— WHAT TO WORK ON —
Output all records precisely as written.

— DATA FOR THE TASK —
= Beginning of Section =

//! The error type of this crate.

/// Why a set of orbital elements (or a solver) cannot be built.
#[derive(Debug, Clone, PartialEq, thiserror::Error)]
#[non_exhaustive]
pub enum OrbitError {
    /// Eccentricity outside [0, 1) or not finite.
    #[error("eccentricity must be finite and in [0, 1), got {0}")]
    Eccentricity(f64),
    /// Period not finite or not positive.
    #[error("period must be finite and positive, got {0} days")]
    Period(f64),
    /// Semi-major axis not finite or not positive.
    #[error("semi-major axis must be finite and positive, got {0}")]
    SemiMajorAxis(f64),
    /// Some other element is not a finite number.
    #[error("{name} must be finite, got {value}")]
    NotFinite {
        /// Which element.
        name: &'static str,
        /// Its value.
        value: f64,
    },
}
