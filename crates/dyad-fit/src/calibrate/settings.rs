//! The calibration settings file (keys in configs/calibration/README.md).

use std::path::{Path, PathBuf};

use crate::error::{bail, Context, FitError, Result};

/// Parsed calibration settings.
pub(super) struct Settings {
    pub(super) file: PathBuf,
    pub(super) systems: usize,
    pub(super) seed: u64,
    pub(super) draws: usize,
    pub(super) bins: usize,
    pub(super) output: PathBuf,
    /// `[observations]`: a `dyad simulate` scenario without `[system]`.
    pub(super) observations: toml::Table,
    /// `[priors]`, passed verbatim into every run configuration.
    pub(super) priors: toml::Table,
    /// `[sampler]`, passed into every run configuration (seed added).
    pub(super) sampler: toml::Table,
    /// `[astrometry_errors]`, passed verbatim into every run configuration;
    /// the true error scales are drawn from its priors and simulated.
    pub(super) astrometry_errors: Option<toml::Table>,
}

fn integer(table: &toml::Table, key: &str, file: &Path) -> Result<Option<u64>> {
    match table.get(key) {
        None => Ok(None),
        Some(toml::Value::Integer(i)) if *i >= 0 => Ok(Some(*i as u64)),
        Some(other) => bail!(
            "{}, key '{key}': must be a whole number >= 0, found {other}",
            file.display()
        ),
    }
}

fn sub_table(table: &toml::Table, key: &str, file: &Path) -> Result<Option<toml::Table>> {
    match table.get(key) {
        None => Ok(None),
        Some(toml::Value::Table(t)) => Ok(Some(t.clone())),
        Some(_) => bail!("{}, key '{key}': must be a table [{key}]", file.display()),
    }
}

impl Settings {
    pub(super) fn parse(text: &str, file: &Path) -> Result<Self> {
        let table: toml::Table =
            toml::from_str(text).with_context(|| format!("{}: not valid TOML", file.display()))?;
        const KEYS: [&str; 9] = [
            "astrometry_errors",
            "systems",
            "seed",
            "draws_per_system",
            "rank_bins",
            "output",
            "observations",
            "priors",
            "sampler",
        ];
        if let Some(k) = table.keys().find(|k| !KEYS.contains(&k.as_str())) {
            bail!(
                "{}: unknown key '{k}' (known: {})",
                file.display(),
                KEYS.join(", ")
            );
        }
        let systems = integer(&table, "systems", file)?.unwrap_or(200) as usize;
        let seed = integer(&table, "seed", file)?.unwrap_or(1);
        let draws = integer(&table, "draws_per_system", file)?.unwrap_or(99) as usize;
        let bins = integer(&table, "rank_bins", file)?.unwrap_or(20) as usize;
        if draws < 1 {
            bail!("{}, key 'draws_per_system': must be >= 1", file.display());
        }
        if bins < 2 || bins > draws + 1 {
            bail!(
                "{}, key 'rank_bins': must be in 2..={} (draws_per_system + 1)",
                file.display(),
                draws + 1
            );
        }
        let base = file.parent().map(Path::to_owned).unwrap_or_default();
        let output = match table.get("output") {
            None => base.join("calibration-run"),
            Some(toml::Value::String(s)) => base.join(s),
            Some(_) => bail!("{}, key 'output': must be a folder name", file.display()),
        };
        let observations = sub_table(&table, "observations", file)?.ok_or_else(|| {
            FitError::invalid(format!(
                "{}: missing [observations] (the observing plan)",
                file.display()
            ))
        })?;
        for key in ["astrometry", "velocities"] {
            if let Some(toml::Value::Table(t)) = observations.get(key) {
                if t.contains_key("file") {
                    bail!(
                        "{}, key 'observations.{key}.file': the file names are chosen by \
                         `dyad calibrate`; remove it",
                        file.display()
                    );
                }
            }
        }
        if let Some(k) = observations
            .keys()
            .find(|k| !["astrometry", "velocities"].contains(&k.as_str()))
        {
            bail!(
                "{}, key 'observations.{k}': unknown (give [observations.astrometry] and/or \
                 [observations.velocities]; the true system is drawn from the prior)",
                file.display()
            );
        }
        if let Some(toml::Value::Table(v)) = observations.get("velocities") {
            if let Some(toml::Value::Array(list)) = v.get("instruments") {
                for (n, inst) in list.iter().enumerate() {
                    if let toml::Value::Table(t) = inst {
                        for k in ["offset_kms", "jitter_kms"] {
                            if t.contains_key(k) {
                                bail!(
                                    "{}, key 'observations.velocities.instruments[{n}].{k}': \
                                     drawn from the prior ([priors] {k}); remove it",
                                    file.display()
                                );
                            }
                        }
                    }
                }
            }
        }
        let priors = sub_table(&table, "priors", file)?.unwrap_or_default();
        let sampler = sub_table(&table, "sampler", file)?.unwrap_or_default();
        if sampler.contains_key("seed") {
            bail!(
                "{}, key 'sampler.seed': every system's seed is derived from the top-level \
                 'seed'; remove it",
                file.display()
            );
        }
        Ok(Self {
            file: file.to_owned(),
            systems,
            seed,
            draws,
            bins,
            output,
            observations,
            priors,
            sampler,
            astrometry_errors: sub_table(&table, "astrometry_errors", file)?,
        })
    }
}

#[cfg(test)]
mod tests {
    use super::*;

    #[test]
    fn unknown_and_forbidden_settings_are_refused() {
        let file = Path::new("x.toml");
        let base = "[observations.astrometry]\nform = \"cartesian\"\n";
        assert!(Settings::parse(base, file).is_ok());
        assert!(Settings::parse(&format!("systemz = 3\n{base}"), file).is_err());
        assert!(Settings::parse(&format!("{base}[sampler]\nseed = 3\n"), file).is_err());
        assert!(Settings::parse("systems = 3\n", file).is_err());
        assert!(Settings::parse(
            &format!("draws_per_system = 9\nrank_bins = 11\n{base}"),
            file
        )
        .is_err());
    }
}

= End of Section =

— ANSWER SECTION —
//! The error type of this crate.

/// Why a set of orbital elements (or a solver) cannot be built.
#[derive(Debug, Clone, PartialEq, thiserror::Error)]
#[non_exhaustive]
pub enum OrbitError {
    /// Eccentricity outside [0, 1) or not finite.
    #[error("eccentricity must be finite and in [0, 1), got {0}")]
    Eccentricity(f64),
    /// Period not finite or not positive.
    #[error("period must be finite and positive, got {0} days")]
    Period(f64),
    /// Semi-major axis not finite or not positive.
    #[error("semi-major axis must be finite and positive, got {0}")]
    SemiMajorAxis(f64),
    /// Some other element is not a finite number.
    #[error("{name} must be finite, got {value}")]
    NotFinite {
        /// Which element.
        name: &'static str,
        /// Its value.
        value: f64,
    },
}
filename crates/dyad-fit/src/calibrate/settings.rs
//! The calibration settings file (keys in configs/calibration/README.md).

use std::path::{Path, PathBuf};

use crate::error::{bail, Context, FitError, Result};

/// Parsed calibration settings.
pub(super) struct Settings {
    pub(super) file: PathBuf,
    pub(super) systems: usize,
    pub(super) seed: u64,
    pub(super) draws: usize,
    pub(super) bins: usize,
    pub(super) output: PathBuf,
    /// `[observations]`: a `dyad simulate` scenario without `[system]`.
    pub(super) observations: toml::Table,
    /// `[priors]`, passed verbatim into every run configuration.
    pub(super) priors: toml::Table,
    /// `[sampler]`, passed into every run configuration (seed added).
    pub(super) sampler: toml::Table,
    /// `[astrometry_errors]`, passed verbatim into every run configuration;
    /// the true error scales are drawn from its priors and simulated.
    pub(super) astrometry_errors: Option<toml::Table>,
}

fn integer(table: &toml::Table, key: &str, file: &Path) -> Result<Option<u64>> {
    match table.get(key) {
        None => Ok(None),
        Some(toml::Value::Integer(i)) if *i >= 0 => Ok(Some(*i as u64)),
        Some(other) => bail!(
            "{}, key '{key}': must be a whole number >= 0, found {other}",
            file.display()
        ),
    }
}

fn sub_table(table: &toml::Table, key: &str, file: &Path) -> Result<Option<toml::Table>> {
    match table.get(key) {
        None => Ok(None),
        Some(toml::Value::Table(t)) => Ok(Some(t.clone())),
        Some(_) => bail!("{}, key '{key}': must be a table [{key}]", file.display()),
    }
}

impl Settings {
    pub(super) fn parse(text: &str, file: &Path) -> Result<Self> {
        let table: toml::Table =
            toml::from_str(text).with_context(|| format!("{}: not valid TOML", file.display()))?;
        const KEYS: [&str; 9] = [
            "astrometry_errors",
            "systems",
            "seed",
            "draws_per_system",
            "rank_bins",
            "output",
            "observations",
            "priors",
            "sampler",
        ];
        if let Some(k) = table.keys().find(|k| !KEYS.contains(&k.as_str())) {
            bail!(
                "{}: unknown key '{k}' (known: {})",
                file.display(),
                KEYS.join(", ")
            );
        }
        let systems = integer(&table, "systems", file)?.unwrap_or(200) as usize;
        let seed = integer(&table, "seed", file)?.unwrap_or(1);
        let draws = integer(&table, "draws_per_system", file)?.unwrap_or(99) as usize;
        let bins = integer(&table, "rank_bins", file)?.unwrap_or(20) as usize;
        if draws < 1 {
            bail!("{}, key 'draws_per_system': must be >= 1", file.display());
        }
        if bins < 2 || bins > draws + 1 {
            bail!(
                "{}, key 'rank_bins': must be in 2..={} (draws_per_system + 1)",
                file.display(),
                draws + 1
            );
        }
        let base = file.parent().map(Path::to_owned).unwrap_or_default();
        let output = match table.get("output") {
            None => base.join("calibration-run"),
            Some(toml::Value::String(s)) => base.join(s),
            Some(_) => bail!("{}, key 'output': must be a folder name", file.display()),
        };
        let observations = sub_table(&table, "observations", file)?.ok_or_else(|| {
            FitError::invalid(format!(
                "{}: missing [observations] (the observing plan)",
                file.display()
            ))
        })?;
        for key in ["astrometry", "velocities"] {
            if let Some(toml::Value::Table(t)) = observations.get(key) {
                if t.contains_key("file") {
                    bail!(
                        "{}, key 'observations.{key}.file': the file names are chosen by \
                         `dyad calibrate`; remove it",
                        file.display()
                    );
                }
            }
        }
        if let Some(k) = observations
            .keys()
            .find(|k| !["astrometry", "velocities"].contains(&k.as_str()))
        {
            bail!(
                "{}, key 'observations.{k}': unknown (give [observations.astrometry] and/or \
                 [observations.velocities]; the true system is drawn from the prior)",
                file.display()
            );
        }
        if let Some(toml::Value::Table(v)) = observations.get("velocities") {
            if let Some(toml::Value::Array(list)) = v.get("instruments") {
                for (n, inst) in list.iter().enumerate() {
                    if let toml::Value::Table(t) = inst {
                        for k in ["offset_kms", "jitter_kms"] {
                            if t.contains_key(k) {
                                bail!(
                                    "{}, key 'observations.velocities.instruments[{n}].{k}': \
                                     drawn from the prior ([priors] {k}); remove it",
                                    file.display()
                                );
                            }
                        }
                    }
                }
            }
        }
        let priors = sub_table(&table, "priors", file)?.unwrap_or_default();
        let sampler = sub_table(&table, "sampler", file)?.unwrap_or_default();
        if sampler.contains_key("seed") {
            bail!(
                "{}, key 'sampler.seed': every system's seed is derived from the top-level \
                 'seed'; remove it",
                file.display()
            );
        }
        Ok(Self {
            file: file.to_owned(),
            systems,
            seed,
            draws,
            bins,
            output,
            observations,
            priors,
            sampler,
            astrometry_errors: sub_table(&table, "astrometry_errors", file)?,
        })
    }
}

#[cfg(test)]
mod tests {
    use super::*;

    #[test]
    fn unknown_and_forbidden_settings_are_refused() {
        let file = Path::new("x.toml");
        let base = "[observations.astrometry]\nform = \"cartesian\"\n";
        assert!(Settings::parse(base, file).is_ok());
        assert!(Settings::parse(&format!("systemz = 3\n{base}"), file).is_err());
        assert!(Settings::parse(&format!("{base}[sampler]\nseed = 3\n"), file).is_err());
        assert!(Settings::parse("systems = 3\n", file).is_err());
        assert!(Settings::parse(
            &format!("draws_per_system = 9\nrank_bins = 11\n{base}"),
            file
        )
        .is_err());
    }
}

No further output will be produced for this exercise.